Harmonization and quality assurance

An English speaker (HC) who was involved in the development of the PROMIS Depression item bank and SF v1.0 - Depression 8a scale reviewed and evaluated the accuracy as well as the meaning of the final translation by comparing the final back-translations with the original version. She also confirmed that documentation of the translation process was complete.

Formatting, typesetting, and proofreading

Grammatical accuracy of the final translation of the PROMIS SF v1.0 - Depression 8a scale was independently checked by two proofreaders.

Cognitive testing and linguistic validation

The final Thai version of the scale was pretested with 10 individuals with CLBP to confirm that the meaning of each item was equivalent to the original version after translation.

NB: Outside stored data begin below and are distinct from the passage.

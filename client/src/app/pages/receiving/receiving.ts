// The receiving home: shipments expected today and overdue, the shipment in progress on this phone, and recent arrivals.
import { ChangeDetectionStrategy, Component, computed, inject, signal } from '@angular/core';
import { rxResource, toSignal } from '@angular/core/rxjs-interop';
import { MatButtonModule } from '@angular/material/button';
import { MatCardModule } from '@angular/material/card';
import { MatFormFieldModule } from '@angular/material/form-field';
import { MatIconModule } from '@angular/material/icon';
import { MatSelectModule } from '@angular/material/select';
import { ActivatedRoute, RouterLink } from '@angular/router';
import { AuthStore } from '../../core/auth/auth-store';
import { SitesApi } from '../../core/sites/sites-api';
import { OutcomeChip } from '../../shared/receiving/outcome-chip';
import { ReceivingApi } from '../../shared/receiving/receiving-api';
import { ReceivingDraftStore } from '../receive-shipment/receiving-draft-store';
import { CountPipe } from '../../shared/text/count-pipe';
import { SiteTimePipe } from '../../shared/sites/site-time-pipe';

const dueLabels = { overdue: 'Overdue', today: 'Due today', later: 'Coming' } as const;

@Component({
  selector: 'vy-receiving',
  imports: [MatButtonModule, MatCardModule, MatIconModule, MatFormFieldModule, MatSelectModule, RouterLink, SiteTimePipe, OutcomeChip, CountPipe],
  templateUrl: './receiving.html',
  styleUrl: './receiving.scss',
  changeDetection: ChangeDetectionStrategy.OnPush,
})
export class Receiving {
  private readonly api = inject(ReceivingApi);
  private readonly auth = inject(AuthStore);
  private readonly drafts = inject(ReceivingDraftStore);
  protected readonly sites = toSignal(inject(SitesApi).list(), { initialValue: [] });
  /** A link may name the site (`?site=`, as the home card's do); else the first of the user's sites. */
  protected readonly chosenSite = signal<number | null>(Number(inject(ActivatedRoute).snapshot.queryParamMap.get('site')) || null);
  protected readonly siteId = computed(() => this.sites().find((site) => site.id === this.chosenSite())?.id ?? this.sites()[0]?.id ?? null);
  protected readonly canReceive = computed(() => {
    this.auth.user();
    return this.auth.hasRole('admin', 'receiving');
  });
  protected readonly dueLabels = dueLabels;
  private readonly zones = computed(() => new Map(this.sites().map((site) => [site.id, site.timeZone])));

  protected readonly expected = rxResource({ params: () => this.siteId() ?? undefined, stream: ({ params }) => this.api.expected(params) });
  protected readonly recent = rxResource({ params: () => this.siteId() ?? undefined, stream: ({ params }) => this.api.recent(params) });
  protected readonly draft = signal(this.drafts.peek());
  protected readonly dueNow = computed(() => (this.expected.value() ?? []).filter((order) => order.due !== 'later'));
  protected readonly comingUp = computed(() => (this.expected.value() ?? []).filter((order) => order.due === 'later'));

  /** A shipment arrived at its site: its time reads on that site's clock (the sites list carries each zone). */
  protected zoneOf(siteId: number): string | undefined {
    return this.zones().get(siteId);
  }

  protected async discardDraft(): Promise<void> {
    await this.drafts.discard();
    this.draft.set(null);
  }
}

Each of the cognitive testing participants were asked to complete a questionnaire independently to provide feedback on the difficulty and appropriateness of each item. They were also asked to provide alternative wording for any items that they thought were difficult to understand.

Analysis of participant’s comments, and finalization of translation

The Translation Project Manager (PJ) collected and summarized the cognitive testing participants’ feedback. The Language Coordinator (RK) reviewed and proposed any final changes in the translation. Finally, the native English speaker who was involved in the development of the PROMIS Depression scale item bank (HC) conducted a final quality review, and the translation were finalized. This process resulted in the Thai version PROMIS SF v1.0 - Depression 8a (T-PROMIS-D-8a).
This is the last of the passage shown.